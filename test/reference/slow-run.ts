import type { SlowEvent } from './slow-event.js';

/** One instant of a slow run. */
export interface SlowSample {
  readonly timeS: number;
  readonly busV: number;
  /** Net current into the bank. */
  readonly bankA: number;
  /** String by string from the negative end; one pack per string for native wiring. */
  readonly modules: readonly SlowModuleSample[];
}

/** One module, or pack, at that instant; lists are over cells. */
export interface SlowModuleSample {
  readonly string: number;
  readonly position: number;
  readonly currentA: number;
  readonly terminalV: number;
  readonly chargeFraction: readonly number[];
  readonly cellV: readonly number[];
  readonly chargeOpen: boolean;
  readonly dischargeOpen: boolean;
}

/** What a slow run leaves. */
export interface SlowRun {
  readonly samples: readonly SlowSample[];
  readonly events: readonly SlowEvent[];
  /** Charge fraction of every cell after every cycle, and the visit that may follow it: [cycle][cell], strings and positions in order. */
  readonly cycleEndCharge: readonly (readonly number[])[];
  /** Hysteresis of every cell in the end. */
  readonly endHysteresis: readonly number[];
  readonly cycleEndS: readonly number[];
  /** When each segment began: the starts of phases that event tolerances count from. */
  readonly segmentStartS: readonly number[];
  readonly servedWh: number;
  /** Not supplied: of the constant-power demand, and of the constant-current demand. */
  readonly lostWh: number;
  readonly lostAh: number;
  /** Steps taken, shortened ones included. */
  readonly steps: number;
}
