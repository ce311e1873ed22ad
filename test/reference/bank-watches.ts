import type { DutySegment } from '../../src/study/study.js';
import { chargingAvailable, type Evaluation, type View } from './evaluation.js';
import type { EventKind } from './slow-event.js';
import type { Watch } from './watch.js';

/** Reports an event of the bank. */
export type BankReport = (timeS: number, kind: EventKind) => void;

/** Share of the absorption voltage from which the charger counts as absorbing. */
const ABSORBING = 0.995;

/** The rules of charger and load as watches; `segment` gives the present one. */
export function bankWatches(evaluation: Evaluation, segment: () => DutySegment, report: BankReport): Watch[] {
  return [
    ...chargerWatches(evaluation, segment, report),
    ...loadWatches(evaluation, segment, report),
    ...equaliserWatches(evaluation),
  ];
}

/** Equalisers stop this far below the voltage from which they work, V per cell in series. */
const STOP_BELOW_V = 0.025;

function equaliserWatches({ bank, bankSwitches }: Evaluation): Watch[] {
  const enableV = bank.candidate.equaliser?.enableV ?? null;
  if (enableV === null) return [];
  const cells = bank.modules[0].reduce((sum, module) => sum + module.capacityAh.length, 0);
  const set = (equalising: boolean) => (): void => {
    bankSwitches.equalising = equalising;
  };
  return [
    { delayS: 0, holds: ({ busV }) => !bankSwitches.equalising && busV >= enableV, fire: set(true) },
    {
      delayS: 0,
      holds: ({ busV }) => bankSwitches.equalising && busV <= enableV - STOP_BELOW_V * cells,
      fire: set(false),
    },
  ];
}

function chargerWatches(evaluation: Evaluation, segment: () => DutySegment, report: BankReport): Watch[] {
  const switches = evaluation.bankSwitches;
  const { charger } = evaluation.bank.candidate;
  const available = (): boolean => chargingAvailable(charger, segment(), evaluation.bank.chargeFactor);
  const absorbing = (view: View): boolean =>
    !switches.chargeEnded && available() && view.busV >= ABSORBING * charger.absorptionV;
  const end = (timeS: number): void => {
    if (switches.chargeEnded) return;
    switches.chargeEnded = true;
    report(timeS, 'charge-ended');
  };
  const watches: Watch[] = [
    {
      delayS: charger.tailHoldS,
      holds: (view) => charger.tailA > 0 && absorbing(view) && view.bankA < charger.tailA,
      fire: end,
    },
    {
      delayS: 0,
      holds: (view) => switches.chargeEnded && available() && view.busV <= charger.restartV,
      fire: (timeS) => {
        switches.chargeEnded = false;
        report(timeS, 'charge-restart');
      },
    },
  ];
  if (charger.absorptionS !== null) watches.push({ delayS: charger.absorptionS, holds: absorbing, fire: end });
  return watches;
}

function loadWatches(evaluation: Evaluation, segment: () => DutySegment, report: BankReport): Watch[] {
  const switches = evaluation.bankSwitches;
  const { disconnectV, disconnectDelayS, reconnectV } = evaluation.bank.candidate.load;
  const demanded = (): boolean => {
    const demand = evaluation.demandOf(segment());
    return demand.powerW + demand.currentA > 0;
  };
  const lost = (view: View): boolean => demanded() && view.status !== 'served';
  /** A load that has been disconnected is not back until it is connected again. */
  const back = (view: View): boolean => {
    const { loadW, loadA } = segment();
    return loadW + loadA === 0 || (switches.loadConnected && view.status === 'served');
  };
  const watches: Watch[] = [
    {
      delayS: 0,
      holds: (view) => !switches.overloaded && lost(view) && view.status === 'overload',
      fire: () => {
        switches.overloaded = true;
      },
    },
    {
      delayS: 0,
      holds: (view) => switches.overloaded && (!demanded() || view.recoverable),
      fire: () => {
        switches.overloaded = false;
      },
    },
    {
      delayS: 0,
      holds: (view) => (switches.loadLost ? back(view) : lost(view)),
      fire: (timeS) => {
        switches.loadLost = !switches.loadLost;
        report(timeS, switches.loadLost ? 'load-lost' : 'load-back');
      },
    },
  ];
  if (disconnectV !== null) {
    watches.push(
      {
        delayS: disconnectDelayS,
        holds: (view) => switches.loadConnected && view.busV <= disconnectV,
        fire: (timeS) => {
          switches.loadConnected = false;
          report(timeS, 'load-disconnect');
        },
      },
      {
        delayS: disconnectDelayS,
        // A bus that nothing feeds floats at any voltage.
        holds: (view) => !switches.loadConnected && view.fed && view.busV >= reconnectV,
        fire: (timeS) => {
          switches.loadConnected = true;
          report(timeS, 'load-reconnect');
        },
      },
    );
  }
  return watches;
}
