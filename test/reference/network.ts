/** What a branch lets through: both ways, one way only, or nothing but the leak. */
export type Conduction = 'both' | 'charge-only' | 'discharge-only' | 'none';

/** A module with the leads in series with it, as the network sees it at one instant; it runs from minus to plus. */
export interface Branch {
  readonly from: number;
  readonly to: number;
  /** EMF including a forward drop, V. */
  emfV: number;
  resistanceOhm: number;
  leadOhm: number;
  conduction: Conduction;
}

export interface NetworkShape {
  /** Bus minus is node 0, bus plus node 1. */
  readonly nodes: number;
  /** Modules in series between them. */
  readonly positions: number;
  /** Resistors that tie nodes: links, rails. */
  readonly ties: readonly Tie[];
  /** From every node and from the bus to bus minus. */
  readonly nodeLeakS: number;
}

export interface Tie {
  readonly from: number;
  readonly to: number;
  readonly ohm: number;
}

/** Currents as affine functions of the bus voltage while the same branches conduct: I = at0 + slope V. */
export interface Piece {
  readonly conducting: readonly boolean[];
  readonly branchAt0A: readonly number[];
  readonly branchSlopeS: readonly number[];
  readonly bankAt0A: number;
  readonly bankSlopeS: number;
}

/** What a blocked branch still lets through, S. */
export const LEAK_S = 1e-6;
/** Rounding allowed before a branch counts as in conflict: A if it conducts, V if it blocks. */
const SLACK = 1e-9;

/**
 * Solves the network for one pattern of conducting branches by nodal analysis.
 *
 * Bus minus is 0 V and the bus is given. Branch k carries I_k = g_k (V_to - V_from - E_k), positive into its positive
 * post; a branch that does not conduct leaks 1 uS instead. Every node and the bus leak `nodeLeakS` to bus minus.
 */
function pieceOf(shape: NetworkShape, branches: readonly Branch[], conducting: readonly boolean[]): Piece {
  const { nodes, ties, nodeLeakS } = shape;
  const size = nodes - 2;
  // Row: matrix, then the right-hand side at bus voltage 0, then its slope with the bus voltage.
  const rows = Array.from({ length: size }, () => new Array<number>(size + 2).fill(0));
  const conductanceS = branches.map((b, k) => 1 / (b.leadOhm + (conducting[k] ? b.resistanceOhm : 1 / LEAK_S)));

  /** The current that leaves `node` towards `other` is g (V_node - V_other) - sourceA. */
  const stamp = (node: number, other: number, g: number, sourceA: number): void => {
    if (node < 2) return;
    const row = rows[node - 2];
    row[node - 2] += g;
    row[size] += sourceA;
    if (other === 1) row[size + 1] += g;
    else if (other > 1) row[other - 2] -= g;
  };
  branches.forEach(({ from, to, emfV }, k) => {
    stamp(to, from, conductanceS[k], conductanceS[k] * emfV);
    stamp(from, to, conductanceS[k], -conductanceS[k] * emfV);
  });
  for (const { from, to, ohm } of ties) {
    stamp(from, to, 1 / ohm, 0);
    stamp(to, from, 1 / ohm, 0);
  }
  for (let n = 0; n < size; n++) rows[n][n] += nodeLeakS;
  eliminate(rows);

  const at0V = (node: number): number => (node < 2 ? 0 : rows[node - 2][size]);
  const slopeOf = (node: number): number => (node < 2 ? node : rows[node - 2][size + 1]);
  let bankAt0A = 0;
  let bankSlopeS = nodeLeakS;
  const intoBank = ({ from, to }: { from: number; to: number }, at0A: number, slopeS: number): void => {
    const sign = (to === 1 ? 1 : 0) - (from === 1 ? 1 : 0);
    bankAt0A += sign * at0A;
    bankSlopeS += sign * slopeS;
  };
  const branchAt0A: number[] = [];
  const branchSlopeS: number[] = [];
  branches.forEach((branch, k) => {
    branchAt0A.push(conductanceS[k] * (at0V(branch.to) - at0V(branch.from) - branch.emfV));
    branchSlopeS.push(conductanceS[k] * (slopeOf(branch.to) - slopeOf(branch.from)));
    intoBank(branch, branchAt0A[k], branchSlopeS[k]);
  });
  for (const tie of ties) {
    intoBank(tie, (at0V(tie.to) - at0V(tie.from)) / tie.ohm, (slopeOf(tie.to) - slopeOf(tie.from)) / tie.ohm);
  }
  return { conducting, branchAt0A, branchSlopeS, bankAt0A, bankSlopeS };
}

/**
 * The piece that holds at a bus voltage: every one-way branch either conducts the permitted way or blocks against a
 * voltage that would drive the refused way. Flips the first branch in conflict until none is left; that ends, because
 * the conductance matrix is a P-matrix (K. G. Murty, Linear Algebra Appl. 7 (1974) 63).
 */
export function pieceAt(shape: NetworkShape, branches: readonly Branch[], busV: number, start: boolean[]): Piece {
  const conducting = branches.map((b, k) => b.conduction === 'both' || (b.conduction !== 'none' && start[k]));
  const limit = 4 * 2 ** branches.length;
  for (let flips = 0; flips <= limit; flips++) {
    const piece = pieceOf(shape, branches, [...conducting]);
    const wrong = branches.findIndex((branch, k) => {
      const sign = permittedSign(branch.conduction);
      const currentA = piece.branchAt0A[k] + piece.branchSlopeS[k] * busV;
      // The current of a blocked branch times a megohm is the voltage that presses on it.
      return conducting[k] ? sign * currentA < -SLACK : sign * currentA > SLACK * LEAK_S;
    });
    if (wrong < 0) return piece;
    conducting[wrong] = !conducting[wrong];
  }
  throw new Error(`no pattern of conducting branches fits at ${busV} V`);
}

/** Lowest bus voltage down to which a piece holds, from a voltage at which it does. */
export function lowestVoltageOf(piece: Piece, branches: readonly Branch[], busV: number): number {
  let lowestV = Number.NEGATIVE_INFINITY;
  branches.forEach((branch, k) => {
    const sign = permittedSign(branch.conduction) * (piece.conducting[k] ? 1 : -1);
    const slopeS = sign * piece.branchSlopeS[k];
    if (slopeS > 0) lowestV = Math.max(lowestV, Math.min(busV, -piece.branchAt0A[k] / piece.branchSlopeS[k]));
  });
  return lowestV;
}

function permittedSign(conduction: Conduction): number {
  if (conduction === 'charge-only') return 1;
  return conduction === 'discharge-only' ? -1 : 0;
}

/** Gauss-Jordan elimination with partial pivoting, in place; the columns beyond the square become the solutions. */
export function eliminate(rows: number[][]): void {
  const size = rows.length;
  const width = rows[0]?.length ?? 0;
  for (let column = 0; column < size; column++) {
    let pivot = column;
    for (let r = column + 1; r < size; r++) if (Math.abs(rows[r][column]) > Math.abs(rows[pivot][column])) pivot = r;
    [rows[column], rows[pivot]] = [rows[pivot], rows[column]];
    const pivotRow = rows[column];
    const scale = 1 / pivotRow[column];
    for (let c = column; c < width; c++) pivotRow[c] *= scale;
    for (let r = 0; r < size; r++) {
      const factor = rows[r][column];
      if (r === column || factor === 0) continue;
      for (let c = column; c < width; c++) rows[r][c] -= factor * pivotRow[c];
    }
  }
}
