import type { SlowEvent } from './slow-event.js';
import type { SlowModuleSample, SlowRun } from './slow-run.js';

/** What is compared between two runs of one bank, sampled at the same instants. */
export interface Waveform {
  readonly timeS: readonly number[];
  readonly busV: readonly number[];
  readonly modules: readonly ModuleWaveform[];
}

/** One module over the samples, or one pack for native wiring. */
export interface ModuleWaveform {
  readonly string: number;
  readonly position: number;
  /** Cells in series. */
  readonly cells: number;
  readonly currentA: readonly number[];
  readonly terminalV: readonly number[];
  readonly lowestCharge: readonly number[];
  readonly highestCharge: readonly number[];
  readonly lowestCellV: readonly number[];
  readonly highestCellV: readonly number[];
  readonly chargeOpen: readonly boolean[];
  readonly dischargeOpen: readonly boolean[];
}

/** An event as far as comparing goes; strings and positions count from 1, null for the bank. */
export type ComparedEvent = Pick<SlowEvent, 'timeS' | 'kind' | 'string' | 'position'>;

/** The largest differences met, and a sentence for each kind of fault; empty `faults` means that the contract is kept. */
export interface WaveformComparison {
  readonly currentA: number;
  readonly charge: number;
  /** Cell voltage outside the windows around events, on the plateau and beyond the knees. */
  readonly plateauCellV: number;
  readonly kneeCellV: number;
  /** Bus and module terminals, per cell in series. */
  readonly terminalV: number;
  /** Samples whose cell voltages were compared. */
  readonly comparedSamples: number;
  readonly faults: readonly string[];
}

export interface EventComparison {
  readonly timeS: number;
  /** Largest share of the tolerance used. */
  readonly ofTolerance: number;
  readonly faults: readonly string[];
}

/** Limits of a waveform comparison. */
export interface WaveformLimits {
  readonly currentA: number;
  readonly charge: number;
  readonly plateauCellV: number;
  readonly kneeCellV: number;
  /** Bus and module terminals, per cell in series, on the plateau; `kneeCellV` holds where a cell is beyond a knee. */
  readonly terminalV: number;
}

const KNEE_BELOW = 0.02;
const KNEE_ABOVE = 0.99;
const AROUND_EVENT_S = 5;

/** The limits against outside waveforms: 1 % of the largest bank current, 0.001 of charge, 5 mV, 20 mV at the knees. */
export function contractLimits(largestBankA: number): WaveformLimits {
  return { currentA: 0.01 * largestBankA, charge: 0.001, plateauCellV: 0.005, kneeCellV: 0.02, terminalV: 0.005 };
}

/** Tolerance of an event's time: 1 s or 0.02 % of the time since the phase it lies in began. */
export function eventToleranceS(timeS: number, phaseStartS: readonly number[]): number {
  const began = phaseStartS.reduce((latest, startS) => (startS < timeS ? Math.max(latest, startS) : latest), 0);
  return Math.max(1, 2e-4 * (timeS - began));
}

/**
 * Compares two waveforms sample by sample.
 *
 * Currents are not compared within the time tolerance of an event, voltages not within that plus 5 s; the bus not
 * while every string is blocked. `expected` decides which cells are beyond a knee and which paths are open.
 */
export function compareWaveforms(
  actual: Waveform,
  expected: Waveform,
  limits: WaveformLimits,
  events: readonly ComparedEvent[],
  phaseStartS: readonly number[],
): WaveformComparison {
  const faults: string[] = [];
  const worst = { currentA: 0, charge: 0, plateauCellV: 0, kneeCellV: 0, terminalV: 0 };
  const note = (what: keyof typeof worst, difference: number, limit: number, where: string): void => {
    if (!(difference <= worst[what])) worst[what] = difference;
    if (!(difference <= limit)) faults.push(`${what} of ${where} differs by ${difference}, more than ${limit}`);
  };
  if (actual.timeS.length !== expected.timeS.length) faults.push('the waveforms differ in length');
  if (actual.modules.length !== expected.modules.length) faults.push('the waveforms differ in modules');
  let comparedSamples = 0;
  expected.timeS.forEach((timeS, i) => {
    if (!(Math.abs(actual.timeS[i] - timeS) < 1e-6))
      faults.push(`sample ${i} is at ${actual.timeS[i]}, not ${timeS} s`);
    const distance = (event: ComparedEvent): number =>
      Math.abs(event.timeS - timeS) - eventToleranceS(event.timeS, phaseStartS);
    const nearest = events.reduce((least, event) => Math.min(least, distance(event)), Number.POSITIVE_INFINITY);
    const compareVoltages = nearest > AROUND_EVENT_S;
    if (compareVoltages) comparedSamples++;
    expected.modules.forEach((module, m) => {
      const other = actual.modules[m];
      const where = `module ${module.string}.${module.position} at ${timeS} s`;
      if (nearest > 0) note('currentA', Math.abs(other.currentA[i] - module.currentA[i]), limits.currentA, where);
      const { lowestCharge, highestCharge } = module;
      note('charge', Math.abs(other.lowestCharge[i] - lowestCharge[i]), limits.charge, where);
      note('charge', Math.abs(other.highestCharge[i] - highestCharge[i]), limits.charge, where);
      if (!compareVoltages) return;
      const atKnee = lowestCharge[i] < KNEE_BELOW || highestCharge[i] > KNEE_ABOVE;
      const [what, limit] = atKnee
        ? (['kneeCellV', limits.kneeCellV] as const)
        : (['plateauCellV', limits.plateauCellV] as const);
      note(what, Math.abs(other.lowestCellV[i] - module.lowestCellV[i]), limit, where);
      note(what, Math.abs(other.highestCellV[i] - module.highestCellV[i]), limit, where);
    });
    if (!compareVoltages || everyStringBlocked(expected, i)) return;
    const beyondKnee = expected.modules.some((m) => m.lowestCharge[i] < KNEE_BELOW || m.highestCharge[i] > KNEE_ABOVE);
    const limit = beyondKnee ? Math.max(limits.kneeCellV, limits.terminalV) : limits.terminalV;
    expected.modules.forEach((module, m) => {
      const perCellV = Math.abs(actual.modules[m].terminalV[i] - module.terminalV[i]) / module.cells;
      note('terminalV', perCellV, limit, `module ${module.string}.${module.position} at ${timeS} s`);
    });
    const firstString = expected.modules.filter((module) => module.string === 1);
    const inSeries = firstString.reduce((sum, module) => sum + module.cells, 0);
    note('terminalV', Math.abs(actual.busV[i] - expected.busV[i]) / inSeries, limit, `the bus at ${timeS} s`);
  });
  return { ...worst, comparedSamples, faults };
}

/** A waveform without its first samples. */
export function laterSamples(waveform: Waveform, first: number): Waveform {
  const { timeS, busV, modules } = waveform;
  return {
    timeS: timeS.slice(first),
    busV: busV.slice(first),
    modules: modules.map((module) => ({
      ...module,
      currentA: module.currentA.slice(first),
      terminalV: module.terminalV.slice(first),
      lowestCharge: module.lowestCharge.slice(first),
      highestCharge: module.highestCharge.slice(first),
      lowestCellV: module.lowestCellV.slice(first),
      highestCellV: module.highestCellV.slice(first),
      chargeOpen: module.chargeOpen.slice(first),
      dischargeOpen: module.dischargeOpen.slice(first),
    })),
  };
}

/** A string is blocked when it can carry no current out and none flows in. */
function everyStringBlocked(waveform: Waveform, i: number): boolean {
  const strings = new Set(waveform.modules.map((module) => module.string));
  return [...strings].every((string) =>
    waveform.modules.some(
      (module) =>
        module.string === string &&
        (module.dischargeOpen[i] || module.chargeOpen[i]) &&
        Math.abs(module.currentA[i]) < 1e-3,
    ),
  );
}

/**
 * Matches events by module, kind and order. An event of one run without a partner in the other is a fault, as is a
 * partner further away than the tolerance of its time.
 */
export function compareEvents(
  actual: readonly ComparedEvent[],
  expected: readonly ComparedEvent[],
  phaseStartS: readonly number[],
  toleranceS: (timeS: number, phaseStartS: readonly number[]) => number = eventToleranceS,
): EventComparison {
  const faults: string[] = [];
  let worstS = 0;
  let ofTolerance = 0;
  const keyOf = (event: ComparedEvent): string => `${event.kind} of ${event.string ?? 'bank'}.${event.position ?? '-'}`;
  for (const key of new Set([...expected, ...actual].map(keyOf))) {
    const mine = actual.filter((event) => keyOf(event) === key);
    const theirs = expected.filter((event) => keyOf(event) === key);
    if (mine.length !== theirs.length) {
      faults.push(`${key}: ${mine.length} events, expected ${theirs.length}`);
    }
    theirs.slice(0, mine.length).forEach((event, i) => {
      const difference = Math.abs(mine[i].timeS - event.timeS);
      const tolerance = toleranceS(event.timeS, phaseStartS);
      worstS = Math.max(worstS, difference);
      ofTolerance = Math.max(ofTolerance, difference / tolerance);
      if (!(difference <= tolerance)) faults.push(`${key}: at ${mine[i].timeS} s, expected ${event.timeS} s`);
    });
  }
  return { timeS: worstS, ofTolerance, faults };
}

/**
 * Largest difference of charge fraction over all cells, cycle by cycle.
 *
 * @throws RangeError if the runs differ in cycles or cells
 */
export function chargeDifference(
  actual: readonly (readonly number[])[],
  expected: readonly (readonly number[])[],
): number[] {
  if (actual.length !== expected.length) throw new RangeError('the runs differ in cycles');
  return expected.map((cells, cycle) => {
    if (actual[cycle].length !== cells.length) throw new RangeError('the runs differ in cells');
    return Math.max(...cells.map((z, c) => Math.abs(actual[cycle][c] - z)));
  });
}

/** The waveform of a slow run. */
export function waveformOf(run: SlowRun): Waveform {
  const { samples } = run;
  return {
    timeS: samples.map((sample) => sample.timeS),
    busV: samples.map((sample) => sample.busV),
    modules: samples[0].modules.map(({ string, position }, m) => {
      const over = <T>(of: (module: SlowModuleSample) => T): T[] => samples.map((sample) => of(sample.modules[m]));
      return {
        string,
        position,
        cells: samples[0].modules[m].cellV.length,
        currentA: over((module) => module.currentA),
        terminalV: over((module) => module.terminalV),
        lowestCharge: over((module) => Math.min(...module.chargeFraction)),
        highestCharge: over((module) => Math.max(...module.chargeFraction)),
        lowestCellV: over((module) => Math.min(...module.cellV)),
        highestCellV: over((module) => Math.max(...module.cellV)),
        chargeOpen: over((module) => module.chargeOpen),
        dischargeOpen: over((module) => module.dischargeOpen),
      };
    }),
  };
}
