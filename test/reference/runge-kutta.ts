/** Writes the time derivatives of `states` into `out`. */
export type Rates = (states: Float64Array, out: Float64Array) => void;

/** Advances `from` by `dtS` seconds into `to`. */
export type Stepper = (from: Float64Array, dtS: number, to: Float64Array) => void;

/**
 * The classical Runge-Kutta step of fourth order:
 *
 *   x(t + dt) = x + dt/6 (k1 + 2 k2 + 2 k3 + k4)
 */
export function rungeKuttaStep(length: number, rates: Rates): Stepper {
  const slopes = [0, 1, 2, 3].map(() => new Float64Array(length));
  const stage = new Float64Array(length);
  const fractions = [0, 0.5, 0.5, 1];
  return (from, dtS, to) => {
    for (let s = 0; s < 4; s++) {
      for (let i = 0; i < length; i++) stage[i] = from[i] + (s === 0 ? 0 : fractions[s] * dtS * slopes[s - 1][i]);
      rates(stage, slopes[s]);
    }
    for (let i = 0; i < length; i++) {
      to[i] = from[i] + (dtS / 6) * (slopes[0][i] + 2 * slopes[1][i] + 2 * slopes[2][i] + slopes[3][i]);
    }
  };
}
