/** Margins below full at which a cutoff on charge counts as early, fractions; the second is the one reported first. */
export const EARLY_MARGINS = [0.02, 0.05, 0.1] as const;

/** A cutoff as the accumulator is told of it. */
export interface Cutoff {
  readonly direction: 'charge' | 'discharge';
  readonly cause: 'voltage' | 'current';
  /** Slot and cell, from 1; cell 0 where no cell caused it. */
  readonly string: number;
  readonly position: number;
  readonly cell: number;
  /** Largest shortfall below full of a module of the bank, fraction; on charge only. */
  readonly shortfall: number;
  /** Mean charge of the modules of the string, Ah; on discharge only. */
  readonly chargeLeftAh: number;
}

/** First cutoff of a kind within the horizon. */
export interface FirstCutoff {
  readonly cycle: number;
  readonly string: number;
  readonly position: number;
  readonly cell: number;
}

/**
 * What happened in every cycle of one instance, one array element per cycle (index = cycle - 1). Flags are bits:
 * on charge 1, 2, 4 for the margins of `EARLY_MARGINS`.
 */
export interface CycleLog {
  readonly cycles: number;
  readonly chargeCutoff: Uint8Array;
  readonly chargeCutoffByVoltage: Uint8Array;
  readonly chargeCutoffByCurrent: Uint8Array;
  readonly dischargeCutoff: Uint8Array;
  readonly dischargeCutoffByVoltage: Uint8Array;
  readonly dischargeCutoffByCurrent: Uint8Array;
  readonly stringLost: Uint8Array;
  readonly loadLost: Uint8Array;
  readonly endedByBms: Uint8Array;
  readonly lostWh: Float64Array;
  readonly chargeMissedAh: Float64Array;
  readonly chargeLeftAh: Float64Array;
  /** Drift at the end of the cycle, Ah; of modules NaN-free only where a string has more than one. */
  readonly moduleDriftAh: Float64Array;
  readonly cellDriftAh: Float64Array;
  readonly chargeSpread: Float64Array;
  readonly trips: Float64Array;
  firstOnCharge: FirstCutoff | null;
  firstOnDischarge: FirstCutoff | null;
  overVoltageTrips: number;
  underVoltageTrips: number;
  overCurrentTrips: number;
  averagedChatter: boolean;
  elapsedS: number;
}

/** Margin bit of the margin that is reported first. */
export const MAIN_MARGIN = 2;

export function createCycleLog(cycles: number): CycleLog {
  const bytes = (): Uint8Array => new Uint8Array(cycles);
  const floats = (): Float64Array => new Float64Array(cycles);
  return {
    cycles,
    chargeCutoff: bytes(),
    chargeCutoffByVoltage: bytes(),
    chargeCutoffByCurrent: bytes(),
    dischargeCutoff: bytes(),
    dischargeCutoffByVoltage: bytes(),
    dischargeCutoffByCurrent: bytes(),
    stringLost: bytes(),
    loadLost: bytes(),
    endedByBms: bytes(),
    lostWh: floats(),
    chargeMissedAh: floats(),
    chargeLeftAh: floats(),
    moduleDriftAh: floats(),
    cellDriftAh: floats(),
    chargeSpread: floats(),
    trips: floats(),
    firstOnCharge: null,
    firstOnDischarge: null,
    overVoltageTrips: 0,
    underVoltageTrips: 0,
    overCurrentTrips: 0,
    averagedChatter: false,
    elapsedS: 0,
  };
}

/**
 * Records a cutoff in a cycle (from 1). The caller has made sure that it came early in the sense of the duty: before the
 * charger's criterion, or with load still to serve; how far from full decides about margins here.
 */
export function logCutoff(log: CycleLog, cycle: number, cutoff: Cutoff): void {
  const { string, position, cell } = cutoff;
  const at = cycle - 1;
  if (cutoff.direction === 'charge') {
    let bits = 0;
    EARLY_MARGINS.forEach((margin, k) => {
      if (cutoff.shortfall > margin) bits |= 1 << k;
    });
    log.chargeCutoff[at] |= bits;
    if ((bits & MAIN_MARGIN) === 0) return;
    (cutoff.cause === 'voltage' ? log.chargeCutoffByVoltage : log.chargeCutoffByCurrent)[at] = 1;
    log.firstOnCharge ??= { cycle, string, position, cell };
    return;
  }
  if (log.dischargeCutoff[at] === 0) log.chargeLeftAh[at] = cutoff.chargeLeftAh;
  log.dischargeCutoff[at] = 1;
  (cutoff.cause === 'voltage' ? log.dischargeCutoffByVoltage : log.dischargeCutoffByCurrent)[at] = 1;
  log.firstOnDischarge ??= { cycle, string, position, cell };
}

--------------------

-- Task statement --
In the data above, which lines lie between the line with "const available = (): boolean" and the line with "function loadWatches(evaluation: Evaluation, segment: ()", inclusive? Print those lines exactly and nothing else.

-- Completed task --
  const available = (): boolean => chargingAvailable(charger, segment(), evaluation.bank.chargeFactor);
  const absorbing = (view: View): boolean =>
    !switches.chargeEnded && available() && view.busV >= ABSORBING * charger.absorptionV;
  const end = (timeS: number): void => {
    if (switches.chargeEnded) return;
    switches.chargeEnded = true;
    report(timeS, 'charge-ended');
  };
  const watches: Watch[] = [
    {
      delayS: charger.tailHoldS,
      holds: (view) => charger.tailA > 0 && absorbing(view) && view.bankA < charger.tailA,
      fire: end,
    },
    {
      delayS: 0,
      holds: (view) => switches.chargeEnded && available() && view.busV <= charger.restartV,
      fire: (timeS) => {
        switches.chargeEnded = false;
        report(timeS, 'charge-restart');
      },
    },
  ];
  if (charger.absorptionS !== null) watches.push({ delayS: charger.absorptionS, holds: absorbing, fire: end });
  return watches;
}

function loadWatches(evaluation: Evaluation, segment: () => DutySegment, report: BankReport): Watch[] {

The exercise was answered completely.